#### Work instructions:
Return a copy of each line in the listing that includes the word "typing".

#### Data supplied:
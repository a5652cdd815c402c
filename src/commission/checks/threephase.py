"""Checks for three-phase sites: the words and limits over ``physics/threephase.py``.

The numbers (symmetrical components, unbalance, clamp angles) come from
:mod:`commission.physics.threephase`; here they become instructions a person can act on.
"""

from __future__ import annotations

from typing import TYPE_CHECKING

if TYPE_CHECKING:
    from ..physics.threephase import ClampPlacement

SRC_CLAMP_ANGLES = (
    "phasor angles of a three-phase system, 120° apart (Fortescue 1918; CHECKS.md "
    "\"Three-phase supplies\"); ±20° decision band: our default"
)
ASSUMED_SEQUENCE_NOTE = (
    "phase sequence assumed L1-L2-L3 (one voltage captured); a site that rotates L1-L3-L2 "
    "needs a three-voltage capture"
)


def clamp_instruction(p: ClampPlacement, *, sequence_assumed: bool = False) -> str:
    """One instruction for one clamp, e.g. "clamp 2 is on L3 and reversed: move it to L2 and
    turn it round". Clamp k belongs on Lk with its arrow pointing into the premises."""
    own = f"L{p.clamp}"
    name = f"clamp {p.clamp}"
    if p.state == "no-load":
        return (f"{name} carried no load in this capture: check it with a known load on {own} "
                "alone")
    if p.state == "undecided":
        return (f"{name}: its current sits at {p.angle_deg:+.0f}° to the L1 voltage, "
                f"{p.residual_deg:.0f}° from the nearest pattern, so its phase cannot be told; "
                "repeat with a resistive load on every phase (the diverter at full output)")
    assumed = f" ({ASSUMED_SEQUENCE_NOTE})" if sequence_assumed and p.phase != "L1" else ""
    if p.state == "phase-only":
        where = "its own phase" if p.phase == own else f"{p.phase}, not {own}"
        return (f"{name} looks to be on {where}; its orientation cannot be told with an "
                "unknown load mix: repeat with a known resistive load" + assumed)
    if p.phase == own:
        if p.reversed:
            return f"{name} is on {own} and reversed: turn it round{assumed}"
        return f"{name} is on {own} and the right way round{assumed}"
    if p.reversed:
        return (f"{name} is on {p.phase} and reversed: move it to {own} and turn it round"
                + assumed)
    return f"{name} is on {p.phase}: move it to {own}{assumed}"
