"""Verdicts for every item of a job: a pure function of the checklist and entries.

Nothing here is stored: the register keeps the raw entries, and this module
derives the verdicts from them, the same way for the walk, ``show``, the record
and its verification.
"""

from __future__ import annotations

from collections.abc import Iterable
from dataclasses import dataclass, field
from typing import Any

from ..checklist.model import Checklist, Item
from ..register.store import Entry, Instrument
from ..units import Bound, as_reading
from .registry import (
    CHECKS,
    FAIL,
    NA,
    PASS,
    PENDING,
    RECORDED,
    REVIEW,
    Context,
    Expected,
    Measured,
    MissingFile,
    MissingInput,
    Outcome,
    worst,
)

READY, NOT_READY, INCOMPLETE = "ready", "not-ready", "incomplete"


@dataclass
class Result:
    item: Item
    section: str
    entry: Entry | None
    verdict: str
    reason: str
    source: str
    measured: Measured | None = None
    expected: Expected | None = None
    history: list[Entry] = field(default_factory=list)
    applicable: bool = True
    section_title: str = ""
    analysis: Any = None  # the analysis of the item's file, when a check analysed one
    change: Any = None  # a revisit: the change since the baseline (checks.change.Change)

    @property
    def answered(self) -> bool:
        return self.entry is not None and self.entry.action == "answer"

    @property
    def skipped(self) -> bool:
        return self.entry is not None and self.entry.action == "skip"
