"""Checks on protective devices and the safety tests of initial verification."""

from __future__ import annotations

from ..physics import protection as prot
from ..units import format_number as f
from .registry import (
    FAIL,
    PASS,
    REVIEW,
    Context,
    Expected,
    Input,
    Measured,
    Outcome,
    Param,
    check,
    csv_list,
)

SRC_RCD_TYPE = (
    "IEC 60364-5-53, 531.3.3 type selection (from memory); type A or better for "
    "electronic phase-controlled loads is common practice"
)


@check(
    "rcd_type",
    summary="RCD type suits a phase-controlled load (A or better)",
    source=SRC_RCD_TYPE,
    kinds=("choice",),
    params={"accepted": Param("A,F,B", None, SRC_RCD_TYPE, "comma-separated types")},
)
def rcd_type(ctx: Context) -> Outcome:
    accepted = csv_list(ctx.param("accepted"))
    value = str(ctx.value)
    expected = Expected(None, value=" or ".join(accepted))
    if value in accepted:
        return Outcome(PASS, f"type {value} detects the residual currents of an electronic load",
                       SRC_RCD_TYPE, Measured(value, None), expected)
    return Outcome(
        FAIL,
        f"type {value} may be blinded by pulsating DC residual current from the triac: "
        f"fit type {' or '.join(accepted)}",
        SRC_RCD_TYPE, Measured(value, None), expected,
    )


SRC_RCD_RATED = "IEC 60364-4-41, 411.3.3 additional protection by 30 mA RCD (from memory)"


@check(
    "rcd_rated_residual",
    summary="rated residual operating current IΔn gives additional protection",
    source=SRC_RCD_RATED,
    quantities=("current",),
    params={"max_ma": Param(30.0, "mA", SRC_RCD_RATED)},
)
def rcd_rated_residual(ctx: Context) -> Outcome:
    ma = float(ctx.value) * 1000
    limit = ctx.param("max_ma")
    expected = Expected("mA", max=limit)
    if ma <= limit:
        return Outcome(PASS, f"IΔn {f(ma)} mA", SRC_RCD_RATED, Measured(ma, "mA"), expected)
    return Outcome(
        REVIEW,
        f"IΔn {f(ma)} mA is above {f(limit)} mA: no additional protection; acceptable only "
        "where local rules do not ask for it",
        SRC_RCD_RATED, Measured(ma, "mA"), expected,
    )


SRC_RCD_TIME = "IEC 61008-1 / IEC 61009-1, Table 1 break times (from memory)"


@check(
    "rcd_trip_time",
    summary="RCD break time at a multiple of IΔn (½: must not trip)",
    source=SRC_RCD_TIME,
    kinds=("reading", "confirm"),
    quantities=("time",),
    inputs={
        "multiple": Input("test current as a multiple of IΔn: 0.5, 1, 2 or 5"),
        "delay_class": Input("'general' or 'S' (choice item); general if absent", required=False),
    },
    params={
        "max_ms": Param(None, "ms", SRC_RCD_TIME, "empty: from the table by class and multiple"),
        "min_ms": Param(None, "ms", SRC_RCD_TIME, "empty: from the table by class and multiple"),
    },
)
def rcd_trip_time(ctx: Context) -> Outcome:
    multiple = float(ctx.input("multiple"))
    delay = str(ctx.input("delay_class")) if ctx.has("delay_class") else "general"
    cls = "S" if delay.upper() == "S" else "general"
    if multiple == 0.5:
        # Confirm item: "the RCD did not trip at ½ IΔn" (yes passes).
        expected = Expected(None, value="no trip")
        if ctx.value is True:
            return Outcome(PASS, "did not trip at ½ IΔn", SRC_RCD_TIME,
                           Measured("no trip", None), expected)
        return Outcome(
            FAIL,
            "tripped at ½ IΔn: over-sensitive device or standing leakage on the circuit; "
            "find the leakage or replace the RCD",
            SRC_RCD_TIME, Measured("tripped", None), expected,
        )
    if isinstance(ctx.value, bool):
        raise ValueError("a trip-time check above ½ IΔn needs a time reading")
    lo, hi = prot.rcd_break_time_limits_ms(cls, multiple)
    if ctx.param("max_ms") is not None:
        hi = float(ctx.param("max_ms"))
    if ctx.param("min_ms") is not None:
        lo = float(ctx.param("min_ms"))
    ms = float(ctx.value) * 1000
    expected = Expected("ms", min=lo, max=hi)
    measured = Measured(round(ms, 3), "ms")
    label = f"{f(multiple)} × IΔn, {'type S' if cls == 'S' else 'general type'}"
    if hi is not None and ms > hi:
        return Outcome(
            FAIL,
            f"{f(ms)} ms at {label} is slower than {f(hi)} ms: the RCD does not disconnect "
            "in time; replace it and test again",
            SRC_RCD_TIME, measured, expected,
        )
    if lo is not None and ms < lo:
        return Outcome(
            FAIL,
            f"{f(ms)} ms at {label} is faster than {f(lo)} ms: not acting as a selective "
            "device; check its marking",
            SRC_RCD_TIME, measured, expected,
        )
    return Outcome(PASS, f"{f(ms)} ms at {label} is within {expected.text()}",
                   SRC_RCD_TIME, measured, expected)


SRC_INSULATION = (
    "IEC 60364-6, Table 6A (2006) / Table 6.1 (2016): ≥ 1.0 MΩ at 500 V DC up to 500 V; "
    "SELV/PELV ≥ 0.5 MΩ at 250 V (from memory)"
)


@check(
    "insulation_resistance",
    summary="insulation resistance above the minimum for the circuit voltage",
    source=SRC_INSULATION,
    quantities=("resistance",),
    inputs={
        "circuit_voltage": Input("nominal circuit voltage (reading or constant)", required=False),
        "test_voltage": Input("test voltage used (voltage reading)", required=False),
    },
    params={
        "min_mohm": Param(None, "MΩ", SRC_INSULATION, "empty: from the table"),
        "selv": Param(0, None, SRC_INSULATION, "1 for a SELV or PELV circuit"),
    },
)
def insulation_resistance(ctx: Context) -> Outcome:
    circuit_v = float(ctx.input("circuit_voltage")) if ctx.has("circuit_voltage") else 230.0
    test_v, minimum = prot.insulation_min_mohm(circuit_v, bool(ctx.param("selv")))
    if ctx.param("min_mohm") is not None:
        minimum = float(ctx.param("min_mohm"))
    mohm = float(ctx.value) / 1e6
    expected = Expected("MΩ", min=minimum)
    measured = Measured(round(mohm, 6), "MΩ")
    if mohm < minimum:
        return Outcome(
            FAIL,
            f"{f(mohm)} MΩ is below {f(minimum)} MΩ: find the fault (damp, a damaged cable, "
            "the element sheath) before energising",
            SRC_INSULATION, measured, expected,
        )
    if ctx.has("test_voltage") and float(ctx.input("test_voltage")) < test_v:
        used = float(ctx.input("test_voltage"))
        return Outcome(
            REVIEW,
            f"{f(mohm)} MΩ, but tested at {f(used)} V instead of {f(test_v)} V: acceptable only "
            "where the electronics cannot be disconnected",
            SRC_INSULATION, measured, expected,
        )
    return Outcome(PASS, f"{f(mohm)} MΩ ≥ {f(minimum)} MΩ", SRC_INSULATION, measured, expected)


SRC_ZS = (
    "IEC 60364-4-41, 411.4.4 (Zs·Ia ≤ U0); Ia at the top of the IEC 60898-1 instantaneous "
    "range; Cmin 0.95 CENELEC TR 50480 (from memory); cold reading ≤ 80 % common practice"
)


@check(
    "loop_impedance",
    summary="earth fault loop impedance Zs against the breaker's maximum (TN)",
    source=SRC_ZS,
    quantities=("resistance",),
    inputs={
        "curve": Input("breaker curve B, C or D (choice item)"),
        "rating": Input("breaker rating In (current reading)"),
    },
    params={
        "u0_v": Param(230.0, "V", "IEC 60364-4-41"),
        "c_min": Param(0.95, None, "CENELEC TR 50480 (from memory)"),
        "cold_factor": Param(0.8, None, "common practice: cold reading ≤ 80 % of Zs,max"),
    },
)
def loop_impedance(ctx: Context) -> Outcome:
    curve = str(ctx.input("curve"))
    rating = float(ctx.input("rating"))
    zmax = prot.loop_impedance_max_ohm(curve, rating, ctx.param("u0_v"), ctx.param("c_min"))
    factor = ctx.param("cold_factor")
    zs = float(ctx.value)
    limit = zmax * factor
    expected = Expected("Ω", max=round(limit, 3))
    measured = Measured(zs, "Ω")
    label = f"{curve}{f(rating)}"
    if zs <= limit:
        return Outcome(
            PASS,
            f"{f(zs)} Ω ≤ {limit:.2f} Ω ({f(factor * 100)} % of Zs,max {zmax:.2f} Ω for {label})",
            SRC_ZS, measured, expected,
        )
    if zs <= zmax:
        return Outcome(
            REVIEW,
            f"{f(zs)} Ω is under Zs,max {zmax:.2f} Ω for {label} but above {f(factor * 100)} % "
            "of it: may exceed the limit when the conductors are hot; judge with the cable "
            "temperature and length",
            SRC_ZS, measured, expected,
        )
    return Outcome(
        FAIL,
        f"{f(zs)} Ω exceeds Zs,max {zmax:.2f} Ω for {label}: the breaker will not disconnect "
        "in time; improve the earth path, shorten the cable or choose another device",
        SRC_ZS, measured, expected,
    )


SRC_TT = "IEC 60364-4-41, 411.5.3: RA · IΔn ≤ 50 V"


@check(
    "tt_touch_voltage",
    summary="RA·IΔn ≤ 50 V on a TT installation",
    source=SRC_TT,
    quantities=("resistance",),
    inputs={"residual_rating": Input("RCD rated residual current IΔn (current reading)")},
    params={"limit_v": Param(50.0, "V", SRC_TT)},
)
def tt_touch_voltage(ctx: Context) -> Outcome:
    ra = float(ctx.value)
    idn = float(ctx.input("residual_rating"))
    touch = prot.touch_voltage_tt_v(ra, idn)
    limit = ctx.param("limit_v")
    expected = Expected("V", max=limit)
    measured = Measured(round(touch, 3), "V")
    if touch <= limit:
        return Outcome(PASS, f"{f(ra)} Ω × {f(idn * 1000)} mA = {touch:.2f} V ≤ {f(limit)} V",
                       SRC_TT, measured, expected)
    return Outcome(
        FAIL,
        f"{f(ra)} Ω × {f(idn * 1000)} mA = {touch:.1f} V exceeds {f(limit)} V: improve the "
        "earth electrode",
        SRC_TT, measured, expected,
    )


SRC_COORD = "IEC 60364-4-43, 433.1: Ib ≤ In ≤ Iz (I2 ≤ 1.45 Iz holds for IEC 60898 breakers)"


@check(
    "circuit_coordination",
    summary="Ib ≤ In ≤ Iz for the element circuit",
    source=SRC_COORD,
    quantities=("current",),
    inputs={
        "load_power": Input("element rated power (power reading)"),
        "load_voltage": Input("element rated voltage (voltage reading)"),
        "breaker_rating": Input("breaker rating In (current reading)"),
    },
)
def circuit_coordination(ctx: Context) -> Outcome:
    iz = float(ctx.value)
    ib = prot.design_current_a(float(ctx.input("load_power")), float(ctx.input("load_voltage")))
    in_a = float(ctx.input("breaker_rating"))
    expected = Expected("A", min=round(ib, 2), max=iz)
    measured = Measured(in_a, "A")
    text = f"Ib {ib:.1f} A, In {f(in_a)} A, Iz {f(iz)} A"
    if ib <= in_a <= iz:
        return Outcome(PASS, text, SRC_COORD, measured, expected)
    if in_a < ib:
        why = "the breaker is smaller than the element's current and will trip in service"
    else:
        why = ("the breaker does not protect the cable against overload; fit a smaller breaker "
               "or a larger cable")
    return Outcome(FAIL, f"{text}: {why}", SRC_COORD, measured, expected)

#### The completed task:
from typing import TYPE_CHECKING
from typing import Any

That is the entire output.